Last week, Sareb’s board examined the draft annual accounts for 2015 and the new draft business plan that is being prepared to reflect the new accounting circular introduced by the Bank of Spain. At the meeting, the Directors also received the bad news that at least €2,400 million of Sareb’s subordinated debt will have to be converted into capital, to cover the losses incurred last year and to restore the net asset balance.

It was already known that the entry into force of the Bank of Spain’s accounting circular was going to cause significant problems for Sareb’s accounts and, consequently, the accounts of its shareholders (the Frob is the main shareholder of the bad bank, along with the majority of the banks that did not require public help back in the day), which have been forecasting that they will have to recognise additional provisions in their accounts for last year to mitigate those effects.

The problem is that as the process to put a market value on Sareb’s assets moves forward, the situation actually gets worse. And every time the Board meets to analyse the situation, that situation has inevitably got worse. The Board of Sareb expects to definitively approve the accounts for 2015 at its meeting at the end of the month and it will then present them publicly.

Recapitalisation

For the time being, the latest thing that the members of the Board know is that the company will have to make an effort in terms of its provisions, which are expected to amount to more than €2,200 million, as a result of the entry into force of the accounting circular, which means that it will have to recognise even higher losses than previously thought last year. And in the absence of sufficient capital to offset those losses, the entity is going to have to proceed to convert a substantial part of the subordinated debt that it issued when it was created, into new capital. That debt was acquired by around thirty entities, including the Frob and the main domestic banks, with the exception of BBVA, which refused to become a shareholder of Sareb or to finance it.

At the end of 2014, Sareb’s share capital amounted to €354 million, compared with the initial balance of €1,200 million, because by then it had already had to absorb the losses relating to the three years that had passed since its constitution in 2012. That capital was sufficient for the bad bank to avoid liquidation during 2015 (…).

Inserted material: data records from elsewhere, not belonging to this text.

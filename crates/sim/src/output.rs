//! What a scenario run produces: CSV time series, SVG plots, the side-by-side metrics table
//! (text and Markdown) and JSON.

use crate::fly::{metric_label, metrics, Flight, METRICS};
use crate::plot::{lines, Series};
use serde_json::{json, Map, Value};
use std::collections::BTreeMap;
use std::fmt::Write as _;

/// The flights of one scenario and their metrics.
#[derive(Clone, Debug)]
pub struct ScenarioRun {
    /// Scenario name.
    pub name: String,
    /// Its summary.
    pub summary: Option<String>,
    /// One flight per controller, with its metrics.
    pub flights: Vec<(Flight, BTreeMap<String, f64>)>,
}

impl ScenarioRun {
    /// Bundles flights with their metrics.
    pub fn new(name: &str, summary: Option<String>, flights: Vec<Flight>) -> ScenarioRun {
        ScenarioRun {
            name: name.to_string(),
            summary,
            flights: flights
                .into_iter()
                .map(|f| {
                    let m = metrics(&f);
                    (f, m)
                })
                .collect(),
        }
    }
}

/// The time series of a flight as CSV (SI units; angles in rad).
pub fn csv(f: &Flight) -> String {
    let mut s = String::from(
        "t,h,va,theta,q,alpha,elevator,throttle,elevator_cmd,throttle_cmd,h_cmd,va_cmd,h_r,va_r,energy_error,balance_error,domain,elevator_saturated,throttle_saturated,outside_box\n",
    );
    for x in &f.samples {
        let _ = writeln!(
            s,
            "{:.3},{:.6},{:.6},{:.6},{:.6},{:.6},{:.6},{:.6},{:.6},{:.6},{:.3},{:.3},{:.6},{:.6},{:.6},{:.6},{},{},{},{}",
            x.t, x.h, x.va, x.theta, x.q, x.alpha, x.elevator, x.throttle, x.elevator_cmd,
            x.throttle_cmd, x.h_cmd, x.va_cmd, x.h_r, x.va_r, x.energy_error, x.balance_error,
            u8::from(x.domain), u8::from(x.elevator_saturated), u8::from(x.throttle_saturated),
            u8::from(x.outside_box)
        );
    }
    s
}

/// Points kept per plotted line (thinned evenly; the CSV has every sample).
const PLOT_POINTS: usize = 600;

fn thin(f: &Flight, g: impl Fn(&crate::fly::Sample) -> f64) -> Vec<(f64, f64)> {
    let step = f.samples.len().div_ceil(PLOT_POINTS).max(1);
    f.samples
        .iter()
        .step_by(step)
        .map(|x| (x.t, g(x)))
        .collect()
}

/// The plots of a run: (file name, SVG), one per quantity, every controller overlaid.
pub fn plots(r: &ScenarioRun) -> Vec<(String, String)> {
    type Pick = fn(&crate::fly::Sample) -> f64;
    // (file, title, unit, value, the command drawn dashed)
    type Quantity<'a> = (&'a str, &'a str, &'a str, Pick, Option<(&'a str, Pick)>);
    let quantities: [Quantity; 6] = [
        (
            "altitude",
            "Altitude",
            "h (m)",
            |x| x.h,
            Some(("command", |x| x.h_cmd)),
        ),
        (
            "airspeed",
            "Airspeed",
            "V (m/s)",
            |x| x.va,
            Some(("command", |x| x.va_cmd)),
        ),
        (
            "pitch",
            "Pitch attitude",
            "θ (deg)",
            |x| x.theta.to_degrees(),
            None,
        ),
        ("throttle", "Throttle", "δt (0..1)", |x| x.throttle, None),
        (
            "energy_error",
            "Total energy error (as height)",
            "m",
            |x| x.energy_error,
            None,
        ),
        (
            "balance_error",
            "Energy balance error (as height)",
            "m",
            |x| x.balance_error,
            None,
        ),
    ];
    let mut out: Vec<(String, String)> = quantities
        .iter()
        .map(|(file, title, unit, pick, cmd)| {
            let mut series: Vec<Series> = r
                .flights
                .iter()
                .map(|(f, _)| Series {
                    label: f.pilot.clone(),
                    points: thin(f, pick),
                    dashed: false,
                })
                .collect();
            if let (Some((label, g)), Some((f, _))) = (cmd, r.flights.first()) {
                series.push(Series {
                    label: label.to_string(),
                    points: thin(f, g),
                    dashed: true,
                });
            }
            (
                format!("{file}.svg"),
                lines(&format!("{title}: {}", r.name), "time (s)", unit, &series),
            )
        })
        .collect();
    // a law's estimate of the drag error beside the truth, where a law has one
    let estimating: Vec<&Flight> = r
        .flights
        .iter()
        .map(|(f, _)| f)
        .filter(|f| f.samples.iter().any(|x| x.drag_error_estimate.is_finite()))
        .collect();
    if let Some(first) = estimating.first() {
        let mut series: Vec<Series> = estimating
            .iter()
            .map(|f| Series {
                label: f.pilot.clone(),
                points: thin(f, |x| x.drag_error_estimate),
                dashed: false,
            })
            .collect();
        series.push(Series {
            label: "true".into(),
            points: thin(first, |x| x.drag_error),
            dashed: true,
        });
        out.push((
            "drag_error_estimate.svg".into(),
            lines(
                &format!("Relative drag error, estimated and true: {}", r.name),
                "time (s)",
                "δ (1)",
                &series,
            ),
        ));
    }
    out
}

fn cell(v: f64) -> String {
    if v.is_nan() {
        "-".into()
    } else {
        format!("{v:.3}")
    }
}

fn rows(r: &ScenarioRun) -> Vec<Vec<String>> {
    let mut out = Vec::new();
    for (name, _, _) in METRICS {
        let mut row = vec![metric_label(name)];
        for (_, m) in &r.flights {
            row.push(cell(m.get(name).copied().unwrap_or(f64::NAN)));
        }
        out.push(row);
    }
    out
}

/// The side-by-side metrics table as text.
pub fn table(r: &ScenarioRun) -> String {
    let mut head = vec!["metric".to_string()];
    head.extend(r.flights.iter().map(|(f, _)| f.pilot.clone()));
    let body = rows(r);
    let mut widths: Vec<usize> = head.iter().map(String::len).collect();
    for row in &body {
        for (w, c) in widths.iter_mut().zip(row) {
            *w = (*w).max(c.chars().count());
        }
    }
    let mut s = String::new();
    let line = |s: &mut String, cells: &[String]| {
        let parts: Vec<String> = cells
            .iter()
            .zip(&widths)
            .enumerate()
            .map(|(i, (c, w))| {
                if i == 0 {
                    format!("{c:<w$}")
                } else {
                    format!("{c:>w$}")
                }
            })
            .collect();
        let _ = writeln!(s, "{}", parts.join("  ").trim_end());
    };
    line(&mut s, &head);
    line(
        &mut s,
        &widths.iter().map(|w| "-".repeat(*w)).collect::<Vec<_>>(),
    );
    for row in &body {
        line(&mut s, row);
    }
    s
}

/// The metrics table in Markdown.
pub fn markdown_table(r: &ScenarioRun) -> String {
    let mut s = String::from("| metric |");
    for (f, _) in &r.flights {
        let _ = write!(s, " {} |", f.pilot);
    }
    s.push_str("\n|---|");
    for _ in &r.flights {
        s.push_str("---:|");
    }
    s.push('\n');
    for row in rows(r) {
        let _ = writeln!(s, "| {} |", row.join(" | "));
    }
    s
}

/// `{"scenario", "controllers": {name: {metric: value}}}` (NaN as null).
pub fn json(r: &ScenarioRun) -> Value {
    let mut controllers = Map::new();
    for (f, m) in &r.flights {
        let o: Map<String, Value> = m
            .iter()
            .map(|(k, v)| {
                (
                    k.clone(),
                    if v.is_finite() { json!(v) } else { Value::Null },
                )
            })
            .collect();
        controllers.insert(f.pilot.clone(), Value::Object(o));
    }
    json!({"scenario": r.name, "controllers": controllers})
}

But with the requirements of the new circular, which obliges Sareb to value at least half of its assets at market prices in 2015 and the other half in 2016, and with the limited revenues that the company has generated over the last year, the situation is becoming unsustainable from the point of view of its equity balance. For this reason, the management team announced last summer that it was very likely that it would have to resort to the conversion of some of its issued subordinated debt balance (€3,600 million in total) into capital, to restore this balance.

Using the data that the management team currently has available, the Board of Directors has been informed that at least €2,400 million of that subordinated debt balance will be needed to offset the losses for the year and for there to be a sufficient level of capital on the balance sheet.

Since the company has not yet re-appraised all of its assets (note, it has re-appraised more than the 50% required as a minimum by the Bank of Spain for the first year), it is quite likely that when 2016 comes to an end and in light of the likely operating results, Sareb will have to convert yet more debt into equity to restore the balance of its accounts. (…).